He's said it like twelveteen times.
How about THIS:
Running the engine in 2nd gear at 3500 rpms. ALL the timing is in and has been for several hundred rpms.
Maybe people MISinterpreted this?
I wrote that at 3500 the timing was all in and HAS been for several hundred rpms. NOT all in at exactly 3500.
My point in that sentence was to show that since the rpms were WAY past the ALL IN point, the actual CURVE probably isn't the issue. At this engine speed, (And several hundred rpms before it) the total timing is advanced as far as it is mechanically able to go.
I would think that is it took until 3500 to get all the timing in, it might be less likely to ping.
My rationale is that if the engine pings at any rpm point AFTER all the timing is fully advanced, how can the curve be the issue? I arbitrarily picked 3500 to demonstrate that it still knocks from there at WOT.
I am not trying to be arguementative. I am trying hard to understand.
Now I have to deal with being called names ?
I surely don't understand crappomaggot and I bear no resemblance to Buckwheat....
The more I see of Rob's post, the more I think they're terms of endearment...
I just ordered the Mallory kit PN 29014. It has different advance springs to tailor the curve in several ways. Some guys have mentioned to try a two-stage curve. The first moment of advance is a bit fast but then at a point the advance rate slows. This is actually designed for the very thing that I am fighting.
IF....this makes the difference, you can be sure that I will admit my stubborness and apologize.
I just ordered the Mallory kit PN 29014. It has different advance springs to tailor the curve in several ways. Some guys have mentioned to try a two-stage curve. The first moment of advance is a bit fast but then at a point the advance rate slows. This is actually designed for the very thing that I am fighting.
IF....this makes the difference, you can be sure that I will admit my stubborness and apologize.
Right. That's the kit. It has the sprAngs and the little red spacers in it too. Self explanatory. Has good deestruckhuns. I got my fingers crossed.
spacers? is it to limit travel?
I just ordered the Mallory kit PN 29014. It has different advance springs to tailor the curve in several ways. Some guys have mentioned to try a two-stage curve. The first moment of advance is a bit fast but then at a point the advance rate slows. This is actually designed for the very thing that I am fighting.
IF....this makes the difference, you can be sure that I will admit my stubborness and apologize.
I've had several big blocks with no quench - properly tuned - running great on local 89 octane with 10% ethanol that had 185psi and iron heads. It can be done
There's a ton on quench online - if you don't get it - keep reading. If you don't want to accept it - keep reading. The short shortshort answer - less is more. Tighter is better - really tight is best, and after .045-.050 - there aint much good happening especially with a big bore and piston rock.

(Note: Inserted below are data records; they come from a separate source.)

package chem

import (
	"errors"
	"fmt"
)

// Kinds of refusal of a formula, for errors.Is.
var (
	ErrUnknownElement = errors.New("unknown element")
	ErrBracket        = errors.New("unbalanced bracket")
	ErrAmbiguous      = errors.New("ambiguous")
	ErrSyntax         = errors.New("not understood")
	ErrNoMolarMass    = errors.New("no molar mass")
)

// FormulaError says what is wrong with a formula, where, and what would do.
type FormulaError struct {
	Text     string // the whole formula as given
	Position int    // the character it is about, counted from 1; 0 for the whole
	What     string // what is wrong
	Wanted   string // what would do; may be empty
	Cause    error  // one of the kinds above
}

func (e *FormulaError) Error() string {
	s := fmt.Sprintf("formula %q: %s", e.Text, e.What)
	if e.Position > 0 {
		s += fmt.Sprintf(" at character %d", e.Position)
	}
	if e.Wanted != "" {
		s += "; " + e.Wanted
	}
	return s
}

// Unwrap returns the kind.
func (e *FormulaError) Unwrap() error { return e.Cause }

I'm sort of at odds here. I have tried the thicker head gasket trick to get out of the detonation zone but I keep hearing about tightening up the quench to achieve the same thing. I wish I had a Head gasket sponsor so I could try both!

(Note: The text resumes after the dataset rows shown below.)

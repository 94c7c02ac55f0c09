package chem

import "testing"

// The targets are those of the project: a formula with its molar mass in under 2 µs,
// a redox reaction of seven species balanced in under 50 µs, a look-up in under 1 µs.
// Figures stand in the commit messages; nothing here fails on time.

func BenchmarkParseFormula(b *testing.B) {
	for _, text := range []string{"H2O", "Na2Cr2O7·2H2O", "(NH4)2Fe(SO4)2·6H2O", "[Fe(CN)6]^4-"} {
		b.Run(text, func(b *testing.B) {
			b.ReportAllocs()
			for b.Loop() {
				f, err := ParseFormula(text)
				if err != nil || f.MolarMass() <= 0 {
					b.Fatal(err)
				}
			}
		})
	}
}

func BenchmarkBalance(b *testing.B) {
	e, err := ParseEquation("KMnO4 + FeSO4 + H2SO4 -> MnSO4 + Fe2(SO4)3 + K2SO4 + H2O")
	if err != nil {
		b.Fatal(err)
	}
	b.ReportAllocs()
	for b.Loop() {
		if _, err := Balance(e); err != nil {
			b.Fatal(err)
		}
	}
}

func BenchmarkParseAndBalance(b *testing.B) {
	b.ReportAllocs()
	for b.Loop() {
		e, err := ParseEquation("KMnO4 + FeSO4 + H2SO4 -> MnSO4 + Fe2(SO4)3 + K2SO4 + H2O")
		if err != nil {
			b.Fatal(err)
		}
		if _, err := Balance(e); err != nil {
			b.Fatal(err)
		}
	}
}

func BenchmarkElectrons(b *testing.B) {
	e, err := ParseEquation("2 KMnO4 + 10 FeSO4 + 8 H2SO4 -> 2 MnSO4 + 5 Fe2(SO4)3 + K2SO4 + 8 H2O")
	if err != nil {
		b.Fatal(err)
	}
	for b.Loop() {
		if n, err := e.Electrons(); err != nil || n != 10 {
			b.Fatal(n, err)
		}
	}
}

func BenchmarkLookupSubstance(b *testing.B) {
	Substances()
	for _, key := range []string{"ethyl acetate", "Ethyl Acetate", "Sodium Dichromate dihydrate", "7664-93-9", "no such thing"} {
		b.Run(key, func(b *testing.B) {
			b.ReportAllocs()
			for b.Loop() {
				LookupSubstance(key)
			}
		})
	}
}

func BenchmarkLoadSubstances(b *testing.B) {
	for b.Loop() {
		indexSubstances(loadSubstances())
	}
}

func BenchmarkParseMass(b *testing.B) {
	b.ReportAllocs()
	for b.Loop() {
		if _, err := ParseMass("1,5 kg"); err != nil {
			b.Fatal(err)
		}
	}
}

The .027 Cometics still only get me to .044. for quench. I don't know of any other gaskets any thinner that work with aluminum heads. The .020 steel shim aren't supposed to be used with aluminum heads from what I have heard.
One thing's for sure. You could certainly be a test bed for quench. If you dropped your quench distance to say the recommended minimum of .035" and it stopped detonating, that would really hammer home how well quench works.
I know Jim Laroy (IQ52) has run close to 12:1 on pump gas with aluminum heads. I think it was 11.8? Something like that. You're at 10.7 is it? Something just tells me you're RIGHT there on top of being able to run pump gas. I think the ignition curve will do it.